8) Role of IMP in Current Times
i. It has become something of an economic crisis
management institution.
ii. It offers financial and technical assistance to countries
experiencing monetary problems and remains a lender of
last resort.
iii. This gives the IMF enormous power to determine the
economic fate of countries experiencing balance-of payment
problems.
iv. If, for example, a member country has continuing economic
problems, the IMF will initiate Structural Adjustment
Programmes (SAPs).These macroeconomic reforms can
include debt reduction strategies, privatization policies, and
cuts in public spending.
v. Unfortunately, these strategies generally impact on the poor
most severely. It is for this reason that SAPs are regarded as
particularly iniquitous by some observers.
9) Criticism
i. Today, the IMF has more critics than friends. Some
economists suggest that the world economy would function
better without it, and that many of its SAPs exacerbate crises
rather than alleviate them.
ii. Others suggest that while it is an imperfect institution, it is
better at maintaining economic stability than many
governments.
iii.

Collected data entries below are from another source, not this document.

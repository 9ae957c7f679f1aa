"""The largest own causal set: time of every part, and memory.

Run on an idle machine: ``pytest -m benchmark -s tests/benchmarks/test_order_size.py``.
"""

from __future__ import annotations

import json
import subprocess
import sys
from pathlib import Path

import numpy as np
import pytest

from lozenge_engine.config import PointSource, Setup
from lozenge_engine.kernels.points import membership, sprinkle
from lozenge_engine.pipeline import compute

ELEMENTS = 20_000
BYTES = 1.5e9
SECONDS = 300.0

SCRIPT = """
import json, resource, sys, time
from pathlib import Path

from lozenge_engine.kernels.bitorder import BitCommutator
from lozenge_engine.ownset import compute_own, own_set
from lozenge_engine.relationfile import read_members, read_relation
import numpy as np

folder, seconds = Path(sys.argv[1]), {}

def timed(name, work):
    start = time.perf_counter()
    value = work()
    seconds[name] = time.perf_counter() - start
    return value

file = timed("read", lambda: read_relation(folder / "large.npy"))
own = timed("check", lambda: own_set(file))
members = read_members(folder / "regions.csv", elements=own.order.elements)
commutator = BitCommutator(own.order)
x = np.ones(own.order.elements)
commutator.apply(x)
timed("product", lambda: [commutator.apply(x) for _ in range(10)])
seconds["product"] /= 10
del commutator
result = timed("compute", lambda: compute_own(own, members=members))
print(json.dumps({
    "seconds": seconds,
    "bytes": 1024 * resource.getrusage(resource.RUSAGE_SELF).ru_maxrss,
    "met": result.certificate.met,
    "mismatches": result.mismatches(),
    "entropies": [r.entropy for r in result.regions],
}))
"""


@pytest.mark.benchmark
def test_the_largest_set_in_memory_and_time(tmp_path: Path) -> None:
    setup = Setup(
        points=PointSource(kind="fixed", density=ELEMENTS / 2, seed=1),
        region_count=2,
        half_width=0.3,
        separation=0.2,
    ).config()
    points = sprinkle(density=ELEMENTS / 2, seed=1, fixed=True)
    u, v = points.u, points.v
    table = np.lib.format.open_memmap(
        tmp_path / "large.npy", mode="w+", dtype=bool, shape=(ELEMENTS, ELEMENTS)
    )
    for k in range(0, ELEMENTS, 1000):
        table[k : k + 1000] = (u[k : k + 1000, None] < u) & (v[k : k + 1000, None] < v)
    table.flush()
    region_of = membership(points, setup.regions)
    (tmp_path / "regions.csv").write_text(
        "region,element\n"
        + "".join(f"{'AB'[region_of[k]]},{k}\n" for k in np.flatnonzero(region_of >= 0))
    )
    # A process of its own, so that its peak is that of the set alone.
    ran = subprocess.run(
        [sys.executable, "-c", SCRIPT, str(tmp_path)], capture_output=True, text=True, check=True
    )
    found = json.loads(ran.stdout)
    parts = ", ".join(f"{name} {s:.3g} s" for name, s in found["seconds"].items())
    print(f"\n{ELEMENTS} elements: {parts}; peak {found['bytes'] / 1e6:.0f} MB")
    expected = [r.entropy for r in compute(setup).regions]
    np.testing.assert_allclose(found["entropies"], expected, rtol=0, atol=1e-9)
    assert found["met"]
    assert found["mismatches"] == []
    assert found["bytes"] < BYTES
    assert sum(found["seconds"].values()) < SECONDS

Whatever the truth, there is little evidence to suggest that
the IMF is heading for the institutional scrap-heap.
iv. There have been muted calls for a new Bretton
Woods conference, but this message has not yet
filtered up to policymakers and government
officials.
v. At the same time, it is hard to imagine how the
global economy could function effectively
without some institutional guidance.
10) Reforms
i. The challenge is to ensure that a balance is struck
between good economic management and human
needs. In striking this balance, the IMF appears to
have a long way to go.
ii. The IMF is only one of many international
organisations, and it is a generalist institution that
deals only with macroeconomic issues; its core
areas of concern in developing countries are very
narrow. One proposed reform is a movement
towards close partnership with other specialist
agencies such as UNICEF, the Food and
Agriculture Organization (FAO), and the United
Nations Development Program (UNDP).
iii. Increase and rebalancing of the quotas that
determine each countryís voting power and
financial obligation, Greater voting power to
developing countries so they have a greater say.